SOURCE RECORDS: Begin

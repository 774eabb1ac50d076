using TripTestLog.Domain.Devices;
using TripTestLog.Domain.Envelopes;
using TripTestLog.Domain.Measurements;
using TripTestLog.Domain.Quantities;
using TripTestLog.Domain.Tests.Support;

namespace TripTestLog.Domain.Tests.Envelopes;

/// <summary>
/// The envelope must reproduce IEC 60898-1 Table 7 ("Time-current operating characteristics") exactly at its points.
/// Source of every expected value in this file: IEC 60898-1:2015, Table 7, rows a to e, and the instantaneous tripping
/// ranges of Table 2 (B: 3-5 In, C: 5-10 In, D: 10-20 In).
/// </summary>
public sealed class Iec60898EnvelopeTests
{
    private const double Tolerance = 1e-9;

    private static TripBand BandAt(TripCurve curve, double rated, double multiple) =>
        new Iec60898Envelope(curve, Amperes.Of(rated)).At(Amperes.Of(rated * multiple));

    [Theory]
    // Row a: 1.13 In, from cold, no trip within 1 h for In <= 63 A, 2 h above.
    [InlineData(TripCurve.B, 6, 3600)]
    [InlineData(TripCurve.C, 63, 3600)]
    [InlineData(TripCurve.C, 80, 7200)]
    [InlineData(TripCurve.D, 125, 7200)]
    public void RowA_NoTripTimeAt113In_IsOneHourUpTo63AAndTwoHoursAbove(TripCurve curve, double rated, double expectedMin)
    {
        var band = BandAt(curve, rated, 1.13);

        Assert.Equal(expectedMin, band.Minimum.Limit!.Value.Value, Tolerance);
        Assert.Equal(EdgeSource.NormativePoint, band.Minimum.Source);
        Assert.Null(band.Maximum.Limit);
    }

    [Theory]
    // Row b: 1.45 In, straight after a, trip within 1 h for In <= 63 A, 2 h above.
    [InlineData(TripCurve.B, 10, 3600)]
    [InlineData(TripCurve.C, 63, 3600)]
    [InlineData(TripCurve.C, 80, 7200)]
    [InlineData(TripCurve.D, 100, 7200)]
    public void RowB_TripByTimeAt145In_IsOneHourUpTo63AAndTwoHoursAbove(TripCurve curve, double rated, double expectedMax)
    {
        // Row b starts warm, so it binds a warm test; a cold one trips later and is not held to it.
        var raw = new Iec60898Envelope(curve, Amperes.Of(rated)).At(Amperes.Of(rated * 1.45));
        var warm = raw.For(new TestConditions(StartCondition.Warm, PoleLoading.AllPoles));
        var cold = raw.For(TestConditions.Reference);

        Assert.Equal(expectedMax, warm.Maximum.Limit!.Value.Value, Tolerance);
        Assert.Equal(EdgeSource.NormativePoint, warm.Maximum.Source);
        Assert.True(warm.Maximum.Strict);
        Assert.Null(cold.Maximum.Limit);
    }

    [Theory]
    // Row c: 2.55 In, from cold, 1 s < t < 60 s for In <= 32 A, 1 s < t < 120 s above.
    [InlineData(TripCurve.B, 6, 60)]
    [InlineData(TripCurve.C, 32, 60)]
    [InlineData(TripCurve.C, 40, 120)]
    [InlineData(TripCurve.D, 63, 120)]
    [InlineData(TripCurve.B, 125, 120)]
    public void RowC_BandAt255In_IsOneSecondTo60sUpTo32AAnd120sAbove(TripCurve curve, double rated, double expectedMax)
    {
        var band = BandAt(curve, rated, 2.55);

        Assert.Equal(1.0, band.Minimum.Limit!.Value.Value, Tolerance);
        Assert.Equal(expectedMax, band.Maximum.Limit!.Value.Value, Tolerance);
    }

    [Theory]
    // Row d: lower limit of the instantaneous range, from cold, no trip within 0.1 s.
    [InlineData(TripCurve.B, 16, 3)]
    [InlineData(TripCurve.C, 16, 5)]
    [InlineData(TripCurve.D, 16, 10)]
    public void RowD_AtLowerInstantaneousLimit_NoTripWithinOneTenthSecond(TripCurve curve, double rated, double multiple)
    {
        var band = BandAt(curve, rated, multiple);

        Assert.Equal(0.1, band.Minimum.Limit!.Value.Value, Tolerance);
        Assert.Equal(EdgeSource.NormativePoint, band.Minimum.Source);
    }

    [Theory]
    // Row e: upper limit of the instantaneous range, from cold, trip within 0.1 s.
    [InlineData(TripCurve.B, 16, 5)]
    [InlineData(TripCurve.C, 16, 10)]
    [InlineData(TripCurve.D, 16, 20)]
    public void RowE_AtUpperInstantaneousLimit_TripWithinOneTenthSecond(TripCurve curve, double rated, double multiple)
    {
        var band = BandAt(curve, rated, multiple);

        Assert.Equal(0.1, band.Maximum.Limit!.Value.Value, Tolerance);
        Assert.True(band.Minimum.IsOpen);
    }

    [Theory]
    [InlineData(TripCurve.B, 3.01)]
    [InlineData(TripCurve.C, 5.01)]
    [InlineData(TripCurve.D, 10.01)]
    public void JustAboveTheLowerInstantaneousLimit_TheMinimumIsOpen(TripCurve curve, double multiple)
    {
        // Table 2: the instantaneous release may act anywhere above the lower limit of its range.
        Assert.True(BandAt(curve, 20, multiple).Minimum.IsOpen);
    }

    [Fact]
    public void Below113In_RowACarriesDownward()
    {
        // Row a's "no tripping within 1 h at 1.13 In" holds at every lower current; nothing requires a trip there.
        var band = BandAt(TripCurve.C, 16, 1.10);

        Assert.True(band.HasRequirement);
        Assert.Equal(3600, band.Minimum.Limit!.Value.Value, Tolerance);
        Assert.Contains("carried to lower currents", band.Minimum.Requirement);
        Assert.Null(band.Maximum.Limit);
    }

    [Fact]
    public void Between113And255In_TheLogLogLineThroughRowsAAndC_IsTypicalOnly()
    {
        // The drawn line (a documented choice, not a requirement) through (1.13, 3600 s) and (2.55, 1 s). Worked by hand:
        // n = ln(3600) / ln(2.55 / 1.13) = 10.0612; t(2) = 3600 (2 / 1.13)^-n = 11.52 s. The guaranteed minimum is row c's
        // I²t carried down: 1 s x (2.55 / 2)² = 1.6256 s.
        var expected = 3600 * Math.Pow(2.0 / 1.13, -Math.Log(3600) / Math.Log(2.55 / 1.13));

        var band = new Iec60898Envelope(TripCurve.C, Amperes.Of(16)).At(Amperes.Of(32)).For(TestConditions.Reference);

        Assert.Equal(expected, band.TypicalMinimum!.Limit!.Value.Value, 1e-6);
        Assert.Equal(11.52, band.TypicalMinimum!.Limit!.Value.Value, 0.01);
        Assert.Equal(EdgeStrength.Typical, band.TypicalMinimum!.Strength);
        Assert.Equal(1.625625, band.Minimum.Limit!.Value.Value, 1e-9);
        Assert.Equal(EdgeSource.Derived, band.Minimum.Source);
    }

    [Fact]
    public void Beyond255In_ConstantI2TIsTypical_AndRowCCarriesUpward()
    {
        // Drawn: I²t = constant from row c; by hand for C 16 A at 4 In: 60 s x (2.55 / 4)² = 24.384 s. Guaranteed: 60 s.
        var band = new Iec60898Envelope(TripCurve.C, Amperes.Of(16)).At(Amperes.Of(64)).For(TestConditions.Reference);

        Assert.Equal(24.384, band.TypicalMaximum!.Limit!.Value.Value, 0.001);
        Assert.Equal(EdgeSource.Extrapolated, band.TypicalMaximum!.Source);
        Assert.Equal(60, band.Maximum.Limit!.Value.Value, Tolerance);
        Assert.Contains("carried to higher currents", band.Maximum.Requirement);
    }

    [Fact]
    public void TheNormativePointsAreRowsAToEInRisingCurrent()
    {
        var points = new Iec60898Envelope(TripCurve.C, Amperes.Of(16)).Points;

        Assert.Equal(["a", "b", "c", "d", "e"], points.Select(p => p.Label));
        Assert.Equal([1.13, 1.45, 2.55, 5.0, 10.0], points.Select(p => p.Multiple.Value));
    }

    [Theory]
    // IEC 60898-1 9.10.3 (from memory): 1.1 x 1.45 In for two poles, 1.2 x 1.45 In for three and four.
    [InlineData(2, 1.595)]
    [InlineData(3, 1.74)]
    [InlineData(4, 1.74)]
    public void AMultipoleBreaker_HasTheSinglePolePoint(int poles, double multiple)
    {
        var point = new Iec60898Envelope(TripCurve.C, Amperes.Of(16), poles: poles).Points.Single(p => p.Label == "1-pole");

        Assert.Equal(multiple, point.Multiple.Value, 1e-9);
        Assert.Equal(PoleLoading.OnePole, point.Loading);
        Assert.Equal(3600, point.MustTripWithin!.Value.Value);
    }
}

SOURCE RECORDS: End

** YOUR TASK **
Beginning at the top of the entries above, output each line exactly, and end with the line in which "the instantaneous tripping" appears.

** SOLUTION **
repository 774eabb1ac50d076
using TripTestLog.Domain.Devices;
using TripTestLog.Domain.Envelopes;
using TripTestLog.Domain.Measurements;
using TripTestLog.Domain.Quantities;
using TripTestLog.Domain.Tests.Support;

namespace TripTestLog.Domain.Tests.Envelopes;

/// <summary>
/// The envelope must reproduce IEC 60898-1 Table 7 ("Time-current operating characteristics") exactly at its points.
/// Source of every expected value in this file: IEC 60898-1:2015, Table 7, rows a to e, and the instantaneous tripping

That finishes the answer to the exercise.